How does one go about getting a custom mold made for pouring soft plastics? I have some grubs that are my favorite grubs for crappie fishing. They are no longer made. When they stopped, I bought all I could find. Ive been using that supply for the last 3 years but Im just about out. It just hit me today that I may be able to produce these myself. Ive never poured my own baits but I watched some videos and it looks pretty simple. Only thing holding me back is the mold.


----------



## Photog (Jun 18, 2010)

BassBlaster said:


> How does one go about getting a custom mold made for pouring soft plastics? I have some grubs that are my favorite grubs for crappie fishing. They are no longer made. When they stopped, I bought all I could find. Ive been using that supply for the last 3 years but Im just about out. It just hit me today that I may be able to produce these myself. Ive never poured my own baits but I watched some videos and it looks pretty simple. Only thing holding me back is the mold.


You can get some RTV (room temperature vulcanization) silicone and make your own two part molds. You can pick up Alumilite's products at Hobby Lobby. Make sure you get the HL app so you get the 40% off coupon!
There are a ton of videos on how to make two-part molds on youtube. 

I know there are places that make aluminum molds too, but this is a cheap an easy route for ya.


----------



## BassBlaster (Jun 8, 2006)

Thanks for the reply. Id like to be able to pour more than one at a time. Woould it make more sence to make several molds or is it possible to make on mold that prodeuces maybe 6 at a time? Thanks again, Im off to youtube!!


----------



## Pikopath (Jan 18, 2009)

If you watch one of Dahlbergs vids at makelure.com, he makes a mold with 2 swimbaits. Those swimbaits are flat on the back, so he only makes a 1 piece mold tho, but you should get the idea, if you look at some how-to's for 2 piece molds aswell.
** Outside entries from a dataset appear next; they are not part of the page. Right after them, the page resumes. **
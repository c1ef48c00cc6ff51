//! End-to-end tests of the files written for the apparatus: every writer (`export`,
//! `play --out`, `--drive-out`, `--codes-out`, `design --waveform-out`) writes the same
//! header, states how the file is read and what was checked, and what it contains is
//! what was judged. The physics behind the numbers is checked in the physics crate's
//! tests; here the files are checked against the command's own report.

#![expect(clippy::unwrap_used, reason = "helpers of tests fail loudly on bad fixtures")]

mod common;

use common::{fails_with, json, run, sample, write};
use std::path::Path;

/// A study of our own: a 100 -> 25 kHz expansion on a bipolar 16-bit drive, with a
/// highest frequency that the "overshoot" holds break and a shortcut so short that its
/// trap inverts.
const STUDY: &str = r#"Study(
    format_version: 2,
    name: "Writer checks",
    trap: TrapSpec(start_frequency_hz: 100000.0, end_frequency_hz: 25000.0, highest_frequency_hz: Some(110000.0)),
    initial_state: Thermal(occupation: 0.0),
    tolerance: 0.001,
    candidates: [
        CandidateRamp(name: "overshoot", visible: true, ramp: Holds(from_hz: 100000.0, to_hz: 25000.0, holds: [
            HoldSpec(signed_frequency_hz: 130000.0, duration_s: 1.0e-6),
            HoldSpec(signed_frequency_hz: 25000.0, duration_s: 2.0e-6),
        ])),
        CandidateRamp(name: "inverting shortcut", visible: true,
            ramp: Shortcut(from_hz: 100000.0, to_hz: 25000.0, duration_s: 1.5e-6)),
    ],
    generator: Some(GeneratorSpec(
        sample_rate_per_s: 1.0e8,
        bits: Some(16),
        drive: Some(DriveSpec(unit: "V",
            calibration: FrequencySquared(reference_frequency_hz: 100000.0, drive_at_reference: 1.0),
            full_scale_low: -16.0, full_scale_high: 16.0, can_go_negative: true)),
    )),
)"#;

fn header(text: &str) -> Vec<&str> {
    text.lines().take_while(|l| l.starts_with('#')).collect()
}

/// Every file: provenance, timing and end semantics, settings, checks, caution.
fn common_header(text: &str, what: &str) {
    let h = header(text).join("\n");
    for needle in [
        "# written by quenchless",
        "study: Writer checks",
        "N = round(duration x rate)",
        "before t = 0 the generator holds the initial level",
        "the generator must hold it",
        "generator: 1e8 samples/s",
        "16 bits over -16 to 16 V",
        "Q*: designed",
        "trap left on:",
        "stated limits: lowest not stated, highest 110 kHz",
        "verdict:",
        "CAUTION: this waveform drives real apparatus",
        "high-voltage trap electrodes",
        "licensed practice",
    ] {
        assert!(h.contains(needle), "{what}: no {needle:?} in\n{h}");
    }
    for internal in ["Some(", "None", "Omega2 {", "{ rms"] {
        assert!(!h.contains(internal), "{what}: internals {internal:?} in\n{h}");
    }
}

fn writers(dir: &Path, study: &str, name: &str) -> Vec<(String, String)> {
    let f = |n: &str| dir.join(n).to_string_lossy().into_owned();
    let (trap, omega2, drive, codes) = (f("trap.csv"), f("played.csv"), f("drive.csv"), f("codes.csv"));
    let o = run(&["export", study, "--ramp", name, "--out", &trap]);
    assert!(o.status.success(), "{}", String::from_utf8_lossy(&o.stderr));
    let o = run(&["play", study, "--ramp", name, "--out", &omega2, "--drive-out", &drive, "--codes-out", &codes]);
    assert!(o.status.success(), "{}", String::from_utf8_lossy(&o.stderr));
    [("export", trap), ("play --out", omega2), ("play --drive-out", drive), ("play --codes-out", codes)]
        .into_iter()
        .map(|(w, p)| (w.to_string(), std::fs::read_to_string(p).unwrap()))
        .collect()
}

#[test]
fn every_writer_names_a_broken_limit_in_its_header() {
    let dir = tempfile::tempdir().unwrap();
    let study = write(dir.path(), "s.ron", STUDY);
    for (writer, text) in writers(dir.path(), &study, "overshoot") {
        common_header(&text, &writer);
        let h = header(&text).join("\n");
        assert!(h.contains("LIMIT BROKEN: above the highest frequency from 0 ns to"), "{writer}:\n{h}");
        // The 130 kHz hold, its drive (proportional to nu²) rounded to one of 65536 codes
        // over -16 to 16 V: within half a code, 9.4 Hz here (our own arithmetic).
        assert!(h.contains("(worst 130.008128 kHz)"), "{writer}: worst value as a frequency:\n{h}");
        assert!(h.contains("verdict: BREAKS LIMITS"), "{writer}:\n{h}");
    }
    // On screen too, before anything is written.
    let o = run(&["export", &study, "--ramp", "overshoot", "--out", &dir.path().join("x.csv").to_string_lossy()]);
    let err = String::from_utf8_lossy(&o.stderr);
    assert!(err.contains("CAUTION") && err.contains("LIMIT BROKEN"), "{err}");
}

#[test]
fn every_writer_says_where_the_trap_inverts() {
    let dir = tempfile::tempdir().unwrap();
    let study = write(dir.path(), "s.ron", STUDY);
    for (writer, text) in writers(dir.path(), &study, "inverting shortcut") {
        common_header(&text, &writer);
        let h = header(&text).join("\n");
        assert!(h.contains("INVERTS: the played trap is inverted (omega^2 <= 0) from"), "{writer}:\n{h}");
        assert!(h.contains("inverts"), "{writer}");
    }
    // design --waveform-out says so too, with the same header (no study: no limits).
    let out = dir.path().join("design.csv");
    let o = run(&[
        "design",
        "shortcut",
        "--from",
        "100kHz",
        "--to",
        "25kHz",
        "--time",
        "1.5us",
        "--waveform-out",
        out.to_str().unwrap(),
        "--rate",
        "1e8",
    ]);
    assert!(o.status.success(), "{}", String::from_utf8_lossy(&o.stderr));
    let text = std::fs::read_to_string(&out).unwrap();
    let h = header(&text).join("\n");
    for needle in ["# written by quenchless", "INVERTS:", "N = round(duration x rate)", "CAUTION:", "# reading: hold"] {
        assert!(h.contains(needle), "design: no {needle:?} in\n{h}");
    }
    assert!(text.contains("t[s],omega2[rad^2/s^2]"), "an inverted trap is written as omega²");
    assert!(String::from_utf8_lossy(&o.stderr).contains("INVERTS"));
}

/// The files are what was judged: each omega table read back by its stated reading
/// gives the played Q*, and the drive and code files hold N + 1 samples whose last is
/// the final level (the drive of the trap left on).
#[test]
fn written_files_are_the_judged_waveform() {
    let dir = tempfile::tempdir().unwrap();
    let study = write(dir.path(), "s.ron", STUDY);
    let v = json(&["play", &study, "--ramp", "inverting shortcut", "--json"]);
    let played = v["played_q_star"].as_f64().unwrap();
    let n = v["samples"].as_u64().unwrap() as usize;
    let files = writers(dir.path(), &study, "inverting shortcut");
    for name in ["trap.csv", "played.csv"] {
        let e = json(&["eval", "--waveform", dir.path().join(name).to_str().unwrap(), "--json"]);
        let q = e["q_star"].as_f64().unwrap();
        assert!((q - played).abs() < 1e-12, "{name}: {q} vs played {played}");
        // The stated reading is honoured; a conflicting request would be refused, and
        // asking for the stated one is fine.
        assert!(run(&["eval", "--waveform", dir.path().join(name).to_str().unwrap(), "--hold"]).status.success());
    }
    let left_on = v["omega_left_on_rad_s"].as_f64().unwrap();
    // drive = 1 V at 100 kHz, proportional to omega².
    let gain = 1.0 / (2.0 * std::f64::consts::PI * 1e5f64).powi(2);
    for (writer, text) in &files[2..] {
        let rows: Vec<&str> = text.lines().filter(|l| !l.starts_with('#')).skip(1).collect();
        assert_eq!(rows.len(), n + 1, "{writer}");
        let last = rows[n].split(',').next_back().unwrap();
        let level = if writer.ends_with("codes-out") {
            -16.0 + last.parse::<f64>().unwrap() * 32.0 / 65535.0
        } else {
            last.parse::<f64>().unwrap()
        };
        assert!((level / gain).sqrt() - left_on < 1e-9 * left_on, "{writer}: final level {level} V");
    }
}

/// A file that says it is read linearly refuses --hold, with the reason.
#[test]
fn a_conflicting_reading_is_refused() {
    let dir = tempfile::tempdir().unwrap();
    let w = write(dir.path(), "w.csv", "# reading: linear\nt,omega\n0,600000\n1e-5,200000\n");
    fails_with(&["eval", "--waveform", &w, "--hold"], "reading: linear");
    fails_with(&["play", "--waveform", &w, "--hold", "--rate", "1e8"], "reading: linear");
}

/// `play` answers every candidate of every sample study with exit 0: failing designs
/// are played and reported with their searches skipped and the reason given.
#[test]
fn play_answers_every_sample_candidate() {
    for file in ["ion_compression_tight.ron", "single_ion_engine.ron", "tweezer_expansion.ron"] {
        let p = sample(file);
        let all = json(&["eval", p.to_str().unwrap(), "--json"]);
        for c in all.as_array().unwrap() {
            let name = c["name"].as_str().unwrap();
            let v = json(&["play", p.to_str().unwrap(), "--ramp", name, "--json"]);
            assert_eq!(v["schema_version"], 2);
            let verdict = v["verdict"].as_str().unwrap();
            assert!(["pass", "fail", "breaks-limits"].contains(&verdict), "{file}/{name}: {verdict}");
            if v["designed_q_star"].as_f64().unwrap() - 1.0 > v["tolerance"].as_f64().unwrap() {
                assert!(v["min_rate_per_s"].is_null(), "{file}/{name}");
                assert!(v["min_rate_note"].as_str().unwrap().contains("design itself fails"), "{file}/{name}");
            } else {
                assert!(v["min_rate_per_s"].as_f64().is_some(), "{file}/{name}: {v}");
            }
        }
    }
    // Searches end the command never: 4 bits on the passing shortcut.
    let p = sample("ion_compression_tight.ron");
    let v = json(&["play", p.to_str().unwrap(), "--ramp", "shortcut 120 ns", "--bits", "4", "--json"]);
    assert_eq!(v["verdict"], "fail");
    // A candidate that truly cannot be played is refused with the reason: the inverted
    // shortcut on a drive that cannot go negative.
    fails_with(&["play", p.to_str().unwrap(), "--ramp", "shortcut 120 ns", "--unipolar"], "cannot go negative");
}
Grubs can be a pain in the a** tho, the tails are so thin that the plastisol doesnt flow that well in the confined space, so a injector might be needed...

Michael


----------



## BassBlaster (Jun 8, 2006)

Thanks, Ill look around and see what I can find.


----------



## acklac7 (May 31, 2004)

Pikopath said:


> Grubs can be a pain in the a** tho, the tails are so thin that the plastisol doesnt flow that well in the confined space, so a injector might be needed...


+1
Grubs/Twisters tails are a bastard to replicate.


----------



## Photog (Jun 18, 2010)

Hey, Bassblaster. If you have kids and they have a bunch of Legos use them for mold boxes. They work GREAT!


----------